» Work instructions
Check each line below for the word "this". How many have it? Answer with the number only.

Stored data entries

[Start of Attachment]

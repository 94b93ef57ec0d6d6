// SPDX-License-Identifier: MIT
#include "cli/report/families.hpp"
#include "cli/report/lines_of_text.hpp"
#include "cli/report/numbers.hpp"
#include "cli/report/say.hpp"
#include "layout/correction/words.hpp"
#include "layout/plate/family_words.hpp"

#include <cmath>
#include <fmt/format.h>
#include <iterator>

namespace dialwright::cli {
namespace {

using Text = LinesOfText;
/// How wide a column of one coordinate is.
int column(bool inches) {
    return inches ? 10 : 8;
}
std::string ends_words(bool inches) {
    return inches ? "ends in inches from the nodus' foot" : "ends in mm from the nodus' foot";
}
std::string point_text(PlatePoint p, bool inches) {
    return fmt::format("{:>{}} {:>{}}", layout::bare_length(p.u_mm, inches), column(inches),
                       layout::bare_length(p.v_mm, inches), column(inches));
}

void say_site(Text& text, const Commission& commission) {
    const Design& design = commission.design;
    text.line("{}", design.title);
    text.line("  place        {}, {}", say_latitude(design.place.site.latitude),
              say_longitude(design.place.site.longitude));
    const Angle meridian = commission.plans.front().dial.zone_meridian;
    text.line("  zone         {}, standard meridian {}", design.place.zone, say_longitude(meridian));
    const double correction = (meridian - design.place.site.longitude).signed_turn().in_minutes_of_time();
    text.line("  longitude    {} min of time {} the zone's meridian: zone time is Sun time {} {} min",
              fixed(std::abs(correction), 2), correction >= 0 ? "west of" : "east of", correction >= 0 ? "+" : "-",
              fixed(std::abs(correction), 2));
    text.line("  years        {} to {} (means of declination and equation of time)", design.years.first,
              design.years.last);
}

void say_style(Text& text, const layout::Face& face, const FacePlan& plan, bool inches) {
    const Style& style = face.delineation.style;
    text.line("  plate        {}", say_attitude(plan.dial.attitude));
    text.line("  style height {}", both_ways(style.height));
    text.line("  substyle     {} clockwise from up", both_ways(style.substyle));
    text.line("  nodus        {} above the plate", say_length(face.placement.nodus_height_mm, inches));
    if (style.centre)
        text.line("  centre       u {}, v {} from the nodus' foot", say_length(style.centre->u_mm, inches),
                  say_length(style.centre->v_mm, inches));
    else
        text.line("  centre       none: the style is parallel to the plate");
    text.line("  nodus' foot  {} right, {} up of the plate's middle", say_length(face.placement.foot.x_mm, inches),
              say_length(face.placement.foot.y_mm, inches));
    if (face.gnomon_foot_mm > 0)
        text.line("  gnomon foot  {} along the substyle from the centre", say_length(face.gnomon_foot_mm, inches));
    if (style.centre)
        text.line(
            "  nodus at     {} along the style from the centre",
            say_length(std::hypot(std::hypot(style.centre->u_mm, style.centre->v_mm), face.placement.nodus_height_mm),
                       inches));
    if (plan.dial.gnomon_thickness_mm > 0)
        text.line("  gnomon       {} thick: two half-dials, this far apart",
                  say_length(plan.dial.gnomon_thickness_mm, inches));
}

void say_lines(Text& text, const layout::Face& face, bool inches) {
    text.gap();
    text.line("  Hour lines: angle on the plate from the centre, clockwise from up; {}", ends_words(inches));
    const int wide = column(inches);
    text.line("  {:<8} {:>7} {:>11} {:>10} {:>12}   {:>{}} {:>{}}   {:>{}} {:>{}}", "line", "time", "hour angle",
              "angle", "", "from u", wide, "v", wide, "to u", wide, "v", wide);
    for (const layout::DrawnLine& line : face.lines) {
        if (line.set != 0 || !is_hour(line.family))
            continue;
        const std::string angle = line.direction ? fixed(line.direction->in_degrees(), 4) + "°" : "curve";
        const std::string minutes = line.direction ? degrees_minutes(*line.direction) : "";
        text.line("  {:<8} {:>7} {:>10}° {:>10} {:>12}   {}   {}", line.label, say_clock(line.time_h).substr(0, 5),
                  fixed(line.hour_angle.in_degrees(), 4), angle, minutes, point_text(line.points.front(), inches),
                  point_text(line.points.back(), inches));
    }
    text.gap();
    text.line("  Date lines: {}", ends_words(inches));
    for (const layout::DrawnLine& line : face.lines)
        if (line.family == Family::date)
            text.line("  {:<28} {:>24}   {}   {}   {} points", line.label,
                      both_ways(line.declination.value_or(Angle{})), point_text(line.points.front(), inches),
                      point_text(line.points.back(), inches), line.points.size());
}

void say_more_lines(Text& text, const layout::Face& face, bool inches) {
    bool headed = false;
    for (const layout::DrawnLine& line : face.lines) {
        if (line.family == Family::date || (line.set == 0 && is_hour(line.family)))
            continue;
        if (!headed) {
            text.gap();
            text.line("  More lines: {}", ends_words(inches));
        }
        headed = true;
        text.line("  {:<16} {:<12}   {}   {}   {} points", layout::words_of(line.family, line.time).name, line.label,
                  point_text(line.points.front(), inches), point_text(line.points.back(), inches), line.points.size());
    }
}

void say_families(Text& text, const FacePlan& plan, const layout::Face& face) {
    text.gap();
    text.line("  Families of lines, and how they are drawn");
    for (const DrawnFamily& family : drawn_families(plan, face)) {
        std::string row = fmt::format("  {:<28} {}", family.lines,
                                      family.width_mm > 0 ? fixed(family.width_mm, 2) + " mm wide"
                                                          : "on the lines of another family");
        if (family.in_ring)
            row += "; in the chapter ring";
        if (!family.figures.empty())
            row += fmt::format("; {}, as in {}", family.figures, family.sample);
        if (family.between)
            row += "; " + say_between(*family.between);
        text.line("{}", row);
    }
}

void list_equation(Text& text, const MeanYear& year) {
    text.gap();
    text.line("Equation of time, the mean of the years, at noon UT");
    for (unsigned month = 1; month <= 12; ++month) {
        std::string row = fmt::format("  {:.3}", layout::month_name(month));
        for (const unsigned day : {1U, 11U, 21U}) {
            const auto mean = year.at(year.day_of(std::chrono::month{month} / std::chrono::day{day}));
            row += fmt::format("  {:>2}: {:<22}", day, say_equation(mean.equation_of_time));
        }
        row.erase(row.find_last_not_of(' ') + 1);
        text.line("{}", row);
    }
}

void say_correction(Text& text, const Commission& commission) {
    text.gap();
    if (!commission.correction) {
        text.line("Correction: none; these hours become clock time by no minutes of a date");
        return;
    }
    const Correction& correction = *commission.correction;
    text.line("Correction, from the dial to the clock, the mean of the years, at noon");
    text.line("  {}", layout::say_rule(correction, 1e-9));
    const std::string summer = layout::say_summer(correction.summer(), commission.design.hours.summer_numerals);
    text.line("  {}", summer.empty() ? "The zone keeps no summer time." : summer);
    for (const std::string& limit : layout::say_limits(correction))
        text.line("  {}", limit);
    if (!correction.is_needed())
        return;
    const auto spread = correction.spread();
    text.line("  A single year differs from this by at most {} s, about {}.", fixed(spread.seconds, 0),
              layout::say_date(spread.date));
    for (unsigned month = 1; month <= 12; ++month) {
        std::string row = fmt::format("  {:.3}", layout::month_name(month));
        for (const unsigned day : {1U, 11U, 21U})
            row += fmt::format(
                "  {:>2}: {:<18}", day,
                layout::add_or_take_exactly(correction.add_min(std::chrono::month{month} / std::chrono::day{day})));
        row.erase(row.find_last_not_of(' ') + 1);
        text.line("{}", row);
    }
}

} // namespace

std::string numbers_text(const Commission& commission) {
    Text text;
    say_site(text, commission);
    const bool inches = commission.design.units == Units::inches;
    for (std::size_t i = 0; i < commission.faces.size(); ++i) {
        if (commission.faces.size() > 1) {
            text.gap();
            text.line("{} face", commission.plans[i].name);
        }
        say_style(text, commission.faces[i], commission.plans[i], commission.design.units == Units::inches);
        say_lines(text, commission.faces[i], inches);
        say_more_lines(text, commission.faces[i], inches);
        say_families(text, commission.plans[i], commission.faces[i]);
    }
    say_correction(text, commission);
    list_equation(text, commission.year);
    return text.taken();
}

} // namespace dialwright::cli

[End of Attachment]

» Answer space
2